##### Data records #####

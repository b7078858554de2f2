import { crossProduct, multiplyVector } from '../kernels/index.js';

/** Q = V⁻¹ − BBᵀ of generalised least squares, from V⁻¹ and B = V⁻¹F chol(FᵀV⁻¹F)⁻ᵀ; it lives as long as they do. */
export class Projection {
  readonly #inverse: Float64Array;
  readonly #n: number;
  readonly #b: Float64Array;
  readonly #p: number;

  /** @param inverse  V⁻¹, n × n, symmetric; @param b  n × p, row-major */
  constructor(inverse: Float64Array, n: number, b: Float64Array, p: number) {
    this.#inverse = inverse;
    this.#n = n;
    this.#b = b;
    this.#p = p;
  }

  /** out = Qx (n). */
  applyTo(x: Float64Array, out: Float64Array): void {
    const n = this.#n;
    const p = this.#p;
    const b = this.#b;
    multiplyVector(this.#inverse, n, x, out);
    const along = new Float64Array(p);
    crossProduct(b, p, x, 1, n, along);
    for (let i = 0; i < n; i++) for (let c = 0; c < p; c++) out[i] -= b[i * p + c] * along[c];
  }

  /** Diagonal of Q (n), written. */
  diagonal(out: Float64Array): void {
    const n = this.#n;
    const p = this.#p;
    for (let i = 0; i < n; i++) {
      let value = this.#inverse[i * n + i];
      for (let c = 0; c < p; c++) value -= this.#b[i * p + c] ** 2;
      out[i] = value;
    }
  }

  /** Q, n × n. */
  matrix(): Float64Array {
    const n = this.#n;
    const p = this.#p;
    const b = this.#b;
    const q = Float64Array.from(this.#inverse.subarray(0, n * n));
    for (let i = 0; i < n; i++) {
      for (let j = 0; j < n; j++) {
        for (let c = 0; c < p; c++) q[i * n + j] -= b[i * p + c] * b[j * p + c];
      }
    }
    return q;
  }

  /**
   * tr(M) and, of M·R′ and M·R, the sums over the strictly lower triangle, with M = Q, or V⁻¹ where
   * `withTrend` is false: a trace is twice its sum, and for R the diagonal besides.
   * @param slope  R′ with zero diagonal; @param correlation  R with unit diagonal; lower triangles are read
   */
  lowerTraces(
    slope: Float64Array,
    correlation: Float64Array,
    withTrend: boolean,
  ): { slope: number; correlation: number; identity: number } {
    const n = this.#n;
    const p = this.#p;
    const columns = withTrend ? p : 0;
    const b = this.#b;
    const inverse = this.#inverse;
    let slopeTrace = 0;
    let correlationTrace = 0;
    let identityTrace = 0;
    for (let i = 0; i < n; i++) {
      const row = i * n;
      for (let j = 0; j <= i; j++) {
        let m = inverse[row + j];
        for (let c = 0; c < columns; c++) m -= b[i * p + c] * b[j * p + c];
        if (j === i) identityTrace += m;
        else {
          slopeTrace += m * slope[row + j];
          correlationTrace += m * correlation[row + j];
        }
      }
    }
    return { slope: slopeTrace, correlation: correlationTrace, identity: identityTrace };
  }
}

#####

Work item =
Exactly as they are written, print the entries again.

Task output =
repository b7078858554de2f2
import { crossProduct, multiplyVector } from '../kernels/index.js';

/** Q = V⁻¹ − BBᵀ of generalised least squares, from V⁻¹ and B = V⁻¹F chol(FᵀV⁻¹F)⁻ᵀ; it lives as long as they do. */
export class Projection {
  readonly #inverse: Float64Array;
  readonly #n: number;
  readonly #b: Float64Array;
  readonly #p: number;

  /** @param inverse  V⁻¹, n × n, symmetric; @param b  n × p, row-major */
  constructor(inverse: Float64Array, n: number, b: Float64Array, p: number) {
    this.#inverse = inverse;
    this.#n = n;
    this.#b = b;
    this.#p = p;
  }

  /** out = Qx (n). */
  applyTo(x: Float64Array, out: Float64Array): void {
    const n = this.#n;
    const p = this.#p;
    const b = this.#b;
    multiplyVector(this.#inverse, n, x, out);
    const along = new Float64Array(p);
    crossProduct(b, p, x, 1, n, along);
    for (let i = 0; i < n; i++) for (let c = 0; c < p; c++) out[i] -= b[i * p + c] * along[c];
  }

  /** Diagonal of Q (n), written. */
  diagonal(out: Float64Array): void {
    const n = this.#n;
    const p = this.#p;
    for (let i = 0; i < n; i++) {
      let value = this.#inverse[i * n + i];
      for (let c = 0; c < p; c++) value -= this.#b[i * p + c] ** 2;
      out[i] = value;
    }
  }

  /** Q, n × n. */
  matrix(): Float64Array {
    const n = this.#n;
    const p = this.#p;
    const b = this.#b;
    const q = Float64Array.from(this.#inverse.subarray(0, n * n));
    for (let i = 0; i < n; i++) {
      for (let j = 0; j < n; j++) {
        for (let c = 0; c < p; c++) q[i * n + j] -= b[i * p + c] * b[j * p + c];
      }
    }
    return q;
  }

  /**
   * tr(M) and, of M·R′ and M·R, the sums over the strictly lower triangle, with M = Q, or V⁻¹ where
   * `withTrend` is false: a trace is twice its sum, and for R the diagonal besides.
   * @param slope  R′ with zero diagonal; @param correlation  R with unit diagonal; lower triangles are read
   */
  lowerTraces(
    slope: Float64Array,
    correlation: Float64Array,
    withTrend: boolean,
  ): { slope: number; correlation: number; identity: number } {
    const n = this.#n;
    const p = this.#p;
    const columns = withTrend ? p : 0;
    const b = this.#b;
    const inverse = this.#inverse;
    let slopeTrace = 0;
    let correlationTrace = 0;
    let identityTrace = 0;
    for (let i = 0; i < n; i++) {
      const row = i * n;
      for (let j = 0; j <= i; j++) {
        let m = inverse[row + j];
        for (let c = 0; c < columns; c++) m -= b[i * p + c] * b[j * p + c];
        if (j === i) identityTrace += m;
        else {
          slopeTrace += m * slope[row + j];
          correlationTrace += m * correlation[row + j];
        }
      }
    }
    return { slope: slopeTrace, correlation: correlationTrace, identity: identityTrace };
  }
}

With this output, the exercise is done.